Output the entries below exactly, from the first line to the line holding "from levelstride.operator.setting import", both included.

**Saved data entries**

* * * * * * *

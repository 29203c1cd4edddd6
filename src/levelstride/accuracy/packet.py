"""A packet of gravity waves that stands for the weather a step has to carry."""

from __future__ import annotations

from collections.abc import Mapping
from dataclasses import dataclass
from typing import Any

import numpy as np
from numpy.typing import NDArray

from levelstride.accuracy.modes import mode_weights, modes_of, resolved_gravity
from levelstride.column.air import Background
from levelstride.column.column import Column
from levelstride.errors import CalculationError
from levelstride.operator.bands import Banded, total
from levelstride.operator.setting import layout_of
from levelstride.operator.state import Layout
from levelstride.operator.terms import assemble
from levelstride.operator.wave import Wave
from levelstride.splitting.parts import Parts, sort_terms
from levelstride.splitting.splitting import Splitting

Matrix = NDArray[Any]

WAVELENGTH_CELLS = 12
"""Horizontal wavelength along an axis [grid spacings]."""

CENTRE_M = 6000.0
"""Height of the packet above the ground [m]: the middle of a troposphere."""

FAINT = 0.03
"""Share of the envelope's amplitude that resolved waves must be able to hold at least [1]."""


@dataclass(frozen=True, slots=True, eq=False)
class Packet:
    """A packet of gravity waves on one air state, with the operator that carries it.

    Attributes
    ----------
    wave : Wave
        Its horizontal wave.
    layout : Layout
    terms, on_reference : mapping of str to Banded
        The catalogue on the air and on the reference, in energy coordinates.
    state : ndarray of complex, shape (nstate,)
        The packet at the start, of unit energy norm, in energy coordinates.
    wavelength_m : float
        Horizontal wavelength along an axis [m].
    centre_m, half_width_m, vertical_wavelength_m : float
        Of the envelope that it was made from [m].
    period_s : float
        Period of the mean intrinsic frequency, weighted by energy [s].
    nmode : int
        Number of gravity modes that it is made of.
    """

    wave: Wave
    layout: Layout
    terms: Mapping[str, Banded]
    on_reference: Mapping[str, Banded]
    state: NDArray[np.complex128]
    wavelength_m: float
    centre_m: float
    half_width_m: float
    vertical_wavelength_m: float
    period_s: float
    nmode: int

    @property
    def operator(self) -> Banded:
        """The sum of all terms: what the air itself obeys."""
        return total(self.layout.size, self.terms.values())

    def parts(self, splitting: Splitting) -> Parts:
        """Sort the terms by treatment, in energy coordinates."""
        return sort_terms(splitting, self.terms, self.on_reference, self.layout)


def gravity_packet(column: Column, air: Background) -> Packet:
    """Make the packet of one air state; the same column gives the same packet.

    Its horizontal wavelength is 12 grid spacings along an axis: half as long again as the shortest
    wave that counts as resolved (8), and among the fastest gravity waves that a model carries well,
    which ask most of a step. In the vertical, theta' within a Gaussian envelope around 6 km (or the
    middle of a lower column), a third of that height in half width and that height in vertical
    wavelength, its phase turning with height, so that energy goes up. This sketch is projected in
    the energy on the resolved gravity waves (vertical order up to a quarter of the layers) of
    positive intrinsic frequency, and scaled to unit energy.

    The waves are normal modes of the whole operator, wind and damping included. Such a packet stays
    what it is; one of waves at rest would shed sound in a wind, which an hour later is out of phase
    at steps far shorter than those the packet asks for.

    Parameters
    ----------
    column : Column
    air : Background

    Raises
    ------
    CalculationError
        If no gravity wave is resolved: too few layers, or air that is not stably stratified.
    """
    wavelength_m = WAVELENGTH_CELLS * column.horizontal.grid_spacing_m
    wave = Wave(2 * np.pi / wavelength_m, column.horizontal)
    layout, weights = layout_of(column), mode_weights(column, air)
    scale = np.sqrt(weights)

    def in_energy(state: Background) -> dict[str, Banded]:
        return {name: term.similar(scale) for name, term in assemble(column, state, wave).items()}

    terms = in_energy(air)
    modes = modes_of(terms, layout, weights)
    modes = modes.select(resolved_gravity(modes) & (modes.intrinsic_frequency > 0))
    centre = min(CENTRE_M, column.levels.top_m / 2)
    share, state = _projected(_sketch(column, layout, centre), modes.vectors)
    if np.linalg.norm(state) <= FAINT:
        raise CalculationError(
            f"air '{air.name}': no gravity wave is resolved at a wavelength of {WAVELENGTH_CELLS} "
            f"grid spacings, so there is no packet to judge steps by; it takes stably stratified "
            f"air and vertical orders up to a quarter of the {layout.nlev} layers"
        )
    return Packet(
        wave=wave,
        layout=layout,
        terms=terms,
        on_reference=in_energy(column.reference) if column.reference else terms,
        state=state / np.linalg.norm(state),
        wavelength_m=float(wavelength_m),
        centre_m=float(centre),
        half_width_m=float(centre / 3),
        vertical_wavelength_m=float(centre),
        period_s=float(2 * np.pi / np.average(modes.intrinsic_frequency, weights=share)),
        nmode=share.size,
    )


def _projected(
    sketch: Matrix, vectors: Matrix
) -> tuple[NDArray[np.float64], NDArray[np.complex128]]:
    """Share of every mode, shape (nmode,), and the nearest sum of modes, shape (nstate,)."""
    if not vectors.shape[1]:
        return np.zeros(0), np.zeros(sketch.size, dtype=np.complex128)
    amplitude = np.linalg.lstsq(vectors, sketch, rcond=None)[0]
    return np.abs(amplitude) ** 2, np.asarray(vectors @ amplitude, dtype=np.complex128)


def _sketch(column: Column, layout: Layout, centre_m: float) -> NDArray[np.complex128]:
    """theta' within the envelope, energy per metre the square of it, of unit norm, (nstate,)."""
    levels = column.levels
    if layout.theta_in_layers:
        above_m, depth_m = levels.centres_m - centre_m, levels.thickness_m
    else:
        above_m, depth_m = levels.interfaces_m[1:-1] - centre_m, levels.spacing_m
    sketch = np.zeros(layout.size, dtype=np.complex128)
    sketch[layout.theta] = np.sqrt(depth_m) * np.exp(
        -0.5 * (above_m / (centre_m / 3)) ** 2 + 2j * np.pi * above_m / centre_m
    )
    return np.asarray(sketch / np.linalg.norm(sketch))
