"""Whether a step carries the resolved gravity waves well enough: screened by projection, decided
by matched eigenvalues."""

from __future__ import annotations

from collections.abc import Sequence
from dataclasses import dataclass

import numpy as np

from levelstride.accuracy.by_kind import WaveErrorsAtStep
from levelstride.accuracy.matched_errors import MatchedErrors
from levelstride.accuracy.wave_errors import ResolvedWaves, StepErrors, WaveErrors
from levelstride.column.column import Advice
from levelstride.schemes.scheme import TimeScheme
from levelstride.splitting.splitting import Splitting


@dataclass(frozen=True, slots=True)
class Judgement:
    """What was found at one step.

    Attributes
    ----------
    accurate : bool
        Whether both errors are within the limits.
    frequency_error, amplitude_change_per_period : float or None
        Worst of the resolved gravity waves [1]; of those looked at where ``accurate`` is false.
    ambiguous : int
        Waves that no eigenvalue belongs to decisively; the projection stands in for them.
    """

    accurate: bool
    frequency_error: float | None = None
    amplitude_change_per_period: float | None = None
    ambiguous: int = 0


class StepJudge:
    """Judges steps of one tableau and splitting.

    Parameters
    ----------
    waves : sequence of ResolvedWaves
        Resolved gravity waves.
    splitting : Splitting
    tableau : TimeScheme
    limits : Advice
        The accuracy limits.

    Notes
    -----
    The projection costs one step and says which wavenumber is worst; it refuses a step by itself
    only where a wave turns by half a period or more in it. Otherwise modes are matched, at the
    wavenumber that refused the last step first, then in the order of the projected errors, until
    one is beyond the limits.
    """

    def __init__(
        self,
        waves: Sequence[ResolvedWaves],
        splitting: Splitting,
        tableau: TimeScheme,
        limits: Advice,
    ) -> None:
        self._limits = limits
        self._projected = StepErrors(waves, splitting, tableau)
        self._matched = WaveErrorsAtStep(waves, splitting, tableau, limits)
        self._refused_last = -1

    def at(self, dt: float) -> Judgement:
        """Judge one step [s].

        Raises
        ------
        CalculationError
            If an implicit stage has no solution at this step.
        """
        projected = self._projected.each(dt)
        if self._matched.longest_turn(dt) >= np.pi:
            return self._judged(projected, 0)
        excess = [self._excess(one) for one in projected]
        order = sorted(
            range(len(projected)), key=lambda k: (k != self._refused_last, -excess[k], k)
        )
        seen, ambiguous = [], 0
        for k in order:
            errors, doubtful = _resolved_errors(self._matched.one(k, dt), projected[k])
            seen.append(errors)
            ambiguous += doubtful
            if self._excess(errors) > 1:
                self._refused_last = k
                break
        return self._judged(seen, ambiguous)

    def _judged(self, seen: Sequence[WaveErrors], ambiguous: int) -> Judgement:
        worst = worst_errors(seen)
        return Judgement(all(self._excess(e) <= 1 for e in seen), *worst, ambiguous)

    def _excess(self, errors: WaveErrors) -> float:
        """The errors over their limits, the larger of both; above one beyond them."""
        found = 0.0
        for error, limit in (
            (errors.frequency_error, self._limits.frequency_error),
            (errors.amplitude_change_per_period, self._limits.amplitude_loss_per_period),
        ):
            if error:
                found = max(found, abs(error) / limit if limit > 0 else np.inf)
        return found


def worst_errors(seen: Sequence[WaveErrors]) -> tuple[float | None, float | None]:
    """Frequency error and change of amplitude that are largest in size."""
    turned = [e.frequency_error for e in seen if e.frequency_error is not None]
    changed = [
        e.amplitude_change_per_period for e in seen if e.amplitude_change_per_period is not None
    ]
    return max(turned, default=None), max(changed, key=abs, default=None)


def _resolved_errors(found: MatchedErrors, projected: WaveErrors) -> tuple[WaveErrors, int]:
    """Worst of the resolved waves of one wavenumber, and the number of those in doubt."""
    sure = found.resolved & found.matched
    ambiguous = int((found.resolved & ~found.matched).sum())
    turned = np.where(found.faint, 1.0, found.frequency_error)[sure]
    changed = found.per_period[sure]
    seen = [projected] if ambiguous else []
    if turned.size:
        largest = float(changed[np.argmax(np.abs(changed))])
        seen.append(
            WaveErrors(frequency_error=float(turned.max()), amplitude_change_per_period=largest)
        )
    worst_turned, worst_changed = worst_errors(seen)
    return (
        WaveErrors(frequency_error=worst_turned, amplitude_change_per_period=worst_changed),
        ambiguous,
    )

* * * * * * *

**Answer space**
repository 29203c1cd4edddd6
filename src/levelstride/accuracy/packet.py
"""A packet of gravity waves that stands for the weather a step has to carry."""

from __future__ import annotations

from collections.abc import Mapping
from dataclasses import dataclass
from typing import Any

import numpy as np
from numpy.typing import NDArray

from levelstride.accuracy.modes import mode_weights, modes_of, resolved_gravity
from levelstride.column.air import Background
from levelstride.column.column import Column
from levelstride.errors import CalculationError
from levelstride.operator.bands import Banded, total
from levelstride.operator.setting import layout_of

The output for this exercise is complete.